### Assigned task
If a line contains "import org.hipparchus.optim.univariate.BrentOptimizer;", it is the last one to write out; begin with the first line of the records and copy each exactly.

══════════════════════════════

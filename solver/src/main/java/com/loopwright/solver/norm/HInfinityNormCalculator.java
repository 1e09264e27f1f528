package com.loopwright.solver.norm;

import com.loopwright.solver.design.HInfinityNorm;
import java.util.Arrays;
import java.util.Objects;
import org.ejml.data.Complex_F64;
import org.ejml.data.DMatrixRMaj;
import org.ejml.dense.row.CommonOps_DDRM;
import org.ejml.dense.row.NormOps_DDRM;
import org.ejml.dense.row.factory.DecompositionFactory_DDRM;
import org.ejml.interfaces.decomposition.EigenDecomposition_F64;
import org.hipparchus.exception.MathIllegalStateException;
import org.hipparchus.optim.MaxEval;
import org.hipparchus.optim.nonlinear.scalar.GoalType;
import org.hipparchus.optim.univariate.BrentOptimizer;
import org.hipparchus.optim.univariate.SearchInterval;
import org.hipparchus.optim.univariate.UnivariateObjectiveFunction;
import org.hipparchus.optim.univariate.UnivariatePointValuePair;
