package com.loopwright.api.endpoint;

import java.util.regex.Pattern;

/**
 * A response body meant to be saved as a file: the body (a {@link Text}, or a record written as JSON with the
 * trace) and the file name the response's {@code Content-Disposition: attachment} header states.
 *
 * @param fileName the file name: letters, digits, '_', '-' and '.', at most {@value #MAX_FILE_NAME_LENGTH}
 *                 characters (so it needs no quoting or encoding in the header)
 * @param body     the body
 */
public record Attachment(String fileName, Object body) {

    /** Longest file name. */
    public static final int MAX_FILE_NAME_LENGTH = 64;

    private static final Pattern SAFE = Pattern.compile("[A-Za-z0-9_.-]{1," + MAX_FILE_NAME_LENGTH + "}");

    public Attachment {
        if (fileName == null || !SAFE.matcher(fileName).matches() || body == null || body instanceof Attachment) {
            throw new IllegalArgumentException("an attachment needs a plain file name and a body");
        }
    }
}
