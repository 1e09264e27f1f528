package com.loopwright.api.endpoint;

/**
 * A response body that is already text (SVG, source code): written as UTF-8 with its media type.
 *
 * @param mediaType the media type of the body
 * @param content   the text
 */
public record Text(String mediaType, String content) {}
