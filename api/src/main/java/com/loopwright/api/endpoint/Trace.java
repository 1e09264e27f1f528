package com.loopwright.api.endpoint;

import java.util.Objects;

/**
 * Which build answered which request: the field {@code trace} of every computing 200 JSON body, and the headers
 * {@value #VERSION_HEADER} and {@value #DIGEST_HEADER} of the response.
 *
 * @param serviceVersion the project version of the build that answered
 * @param requestDigest  {@link RequestDigest} of the decoded request, {@code sha256:} and 64 hex digits
 */
public record Trace(String serviceVersion, String requestDigest) {

    /** Response header: the service version. */
    public static final String VERSION_HEADER = "Loopwright-Version";
    /** Response header: the digest of the canonical request (absent when the request did not decode). */
    public static final String DIGEST_HEADER = "Loopwright-Request-Digest";

    public Trace {
        Objects.requireNonNull(serviceVersion, "serviceVersion");
        Objects.requireNonNull(requestDigest, "requestDigest");
    }
}
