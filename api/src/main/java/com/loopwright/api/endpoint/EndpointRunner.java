package com.loopwright.api.endpoint;

import com.fasterxml.jackson.core.JsonProcessingException;
import com.fasterxml.jackson.databind.JsonNode;
import com.fasterxml.jackson.databind.ObjectMapper;
import com.loopwright.api.json.CollectingDecoder;
import com.loopwright.api.json.DecodeFailures;
import com.loopwright.api.json.FiniteNumbersModule;
import com.loopwright.api.json.NonFiniteNumberException;
import com.loopwright.api.problem.FieldError;
import com.loopwright.api.validation.InvalidRequestException;
import com.loopwright.solver.pipeline.SolverFailure;
import com.loopwright.solver.plant.PlantParameterException;
import java.io.IOException;
import java.nio.charset.StandardCharsets;
import java.util.ArrayList;
import java.util.List;

/**
 * Runs an {@link Endpoint} from request bytes (or one parsed batch item) to a {@link Reply}, without HTTP:
 * decode strictly (a body that does not decode is answered with every field error at once: the decoding errors
 * {@link CollectingDecoder} collects and the validation errors of the rest), validate, compute, respond, and write JSON through {@link FiniteNumbersModule}, the one
 * never-NaN guard, whose serializers refuse NaN and Infinity with the value's pointer. Every request or solver
 * failure becomes a problem through {@link FailureTable}; anything else (a defect, a cancellation) passes on.
 * Stateless and thread-safe.
 */
public final class EndpointRunner {

    private final ObjectMapper reader;
    private final ObjectMapper writer;
    private final RequestDigest digests;
    private final CollectingDecoder decoder;
    private final String serviceVersion;

    /** With the version this build was stamped with ({@link ServiceVersion#fromBuild}). */
    public EndpointRunner(ObjectMapper strict) {
        this(strict, ServiceVersion.fromBuild());
    }

    /**
     * @param strict         the strict request mapper (StrictJson); responses are written by its finite-number copy
     * @param serviceVersion the version every answer states ({@link Trace})
     */
    public EndpointRunner(ObjectMapper strict, String serviceVersion) {
        this.reader = strict;
        this.writer = FiniteNumbersModule.responseWriter(strict);
        this.digests = new RequestDigest(strict);
        this.decoder = new CollectingDecoder(strict);
        this.serviceVersion = java.util.Objects.requireNonNull(serviceVersion, "serviceVersion");
    }

    /** The version every answer states. */
    public String serviceVersion() {
        return serviceVersion;
    }

    /** A raw request body. */
    public <Q, V, R> Reply run(Endpoint<Q, V, R> endpoint, byte[] body) {
        Q request;
        try {
            request = reader.readValue(body, endpoint.requestType());
        } catch (JsonProcessingException e) {
            return undecoded(endpoint, decoder.afterFailure(body, endpoint.requestType(), e));
        } catch (IOException e) {
            return Reply.failure(DecodeFailures.unreadable());
        }
        return run(endpoint, request);
    }

    /**
     * One JSON object at {@code body[offset, offset + length)} (an item of a batch that the envelope reader has
     * already checked as JSON), decoded straight from its bytes. An item that does not decode so is decoded again
     * through its tree ({@link #run(Endpoint, JsonNode)}), so that its problem is the one the tree route gives.
     */
    public <Q, V, R> Reply run(Endpoint<Q, V, R> endpoint, byte[] body, int offset, int length) {
        Q request;
        try {
            request = reader.readValue(body, offset, length, endpoint.requestType());
        } catch (IOException e) {
            JsonNode item;
            try {
                item = reader.readTree(body, offset, length);
            } catch (JsonProcessingException syntax) {
                return Reply.failure(DecodeFailures.toProblem(syntax));
            } catch (IOException unreadable) {
                return Reply.failure(DecodeFailures.unreadable());
            }
            return run(endpoint, item);
        }
        return run(endpoint, request);
    }

    /** An already parsed JSON value (one item of a batch). */
    public <Q, V, R> Reply run(Endpoint<Q, V, R> endpoint, JsonNode item) {
        Q request;
        try {
            request = reader.treeToValue(item, endpoint.requestType());
        } catch (JsonProcessingException e) {
            return undecoded(endpoint, decoder.afterFailure(item, endpoint.requestType(), e));
        }
        return run(endpoint, request);
    }

    /**
     * A body that did not decode strictly: one 400 malformed-request problem with every decoding error and, when
     * the rest decoded, every validation error of the rest (a 422 field error included: a body that is not the
     * JSON the endpoint takes is malformed first, so 400 wins). Nothing is computed.
     */
    private <Q, V, R> Reply undecoded(Endpoint<Q, V, R> endpoint, CollectingDecoder.Outcome<Q> decoded) {
        List<FieldError> errors = new ArrayList<>(decoded.errors());
        if (decoded.request() != null) {
            for (FieldError error : validationErrors(endpoint, decoded.request())) {
                if (!decoded.repeats(error)) {
                    errors.add(error);
                }
            }
        }
        return Reply.failure(DecodeFailures.malformed(errors));
    }

    /** Every field error validation finds in a decoded request, the deferred ones included. */
    private static <Q, V, R> List<FieldError> validationErrors(Endpoint<Q, V, R> endpoint, Q request) {
        try {
            return endpoint.deferredErrors(endpoint.validate(request));
        } catch (InvalidRequestException | PlantParameterException | SolverFailure e) {
            return FailureTable.toProblem(e, endpoint.failureContext(null)).errors();
        }
    }

    /**
     * A decoded request: the reply states its digest, and a JSON body carries the {@link Trace} (without a digest
     * when the decoded value has no canonical form; {@link RequestDigest#of}).
     */
    public <Q, V, R> Reply run(Endpoint<Q, V, R> endpoint, Q request) {
        String digest = digests.of(request);
        if (digest == null) {
            // No canonical form (validation refuses such a request): answered without a digest.
            return answer(endpoint, request, null);
        }
        return answer(endpoint, request, new Trace(serviceVersion, digest)).traced(digest);
    }

    private <Q, V, R> Reply answer(Endpoint<Q, V, R> endpoint, Q request, Trace trace) {
        V validated = null;
        Object response;
        try {
            validated = endpoint.validate(request);
            R result = endpoint.compute(validated);
            try {
                response = endpoint.respond(validated, result, trace);
            } catch (IllegalArgumentException e) {
                return Reply.failure(endpoint.unwritable(e));
            }
        } catch (InvalidRequestException | PlantParameterException | SolverFailure e) {
            return Reply.failure(FailureTable.toProblem(e, endpoint.failureContext(validated)));
        }
        return write(endpoint, response, trace);
    }

    private Reply write(Endpoint<?, ?, ?> endpoint, Object response, Trace trace) {
        if (response instanceof Attachment attachment) {
            Reply written = write(endpoint, attachment.body(), trace);
            return written.ok() ? written.attached(attachment.fileName()) : written;
        }
        if (response instanceof Text text) {
            return Reply.owning(text.mediaType(), text.content().getBytes(StandardCharsets.UTF_8));
        }
        try {
            return Reply.owning(
                    Reply.JSON, writer.writeValueAsBytes(trace == null ? response : new Traced(response, trace)));
        } catch (JsonProcessingException e) {
            NonFiniteNumberException nonFinite = NonFiniteNumberException.in(e);
            if (nonFinite == null) {
                throw new IllegalStateException("a response could not be written", e);
            }
            return Reply.failure(endpoint.nonFinite(nonFinite.pointer()));
        }
    }
}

══════════════════════════════

### Your response
filename solver/src/main/java/com/loopwright/solver/norm/HInfinityNormCalculator.java
repository 1e09264e27f1f528
package com.loopwright.solver.norm;

import com.loopwright.solver.design.HInfinityNorm;
import java.util.Arrays;
import java.util.Objects;
import org.ejml.data.Complex_F64;
import org.ejml.data.DMatrixRMaj;
import org.ejml.dense.row.CommonOps_DDRM;
import org.ejml.dense.row.NormOps_DDRM;
import org.ejml.dense.row.factory.DecompositionFactory_DDRM;
import org.ejml.interfaces.decomposition.EigenDecomposition_F64;
import org.hipparchus.exception.MathIllegalStateException;
import org.hipparchus.optim.MaxEval;
import org.hipparchus.optim.nonlinear.scalar.GoalType;
import org.hipparchus.optim.univariate.BrentOptimizer;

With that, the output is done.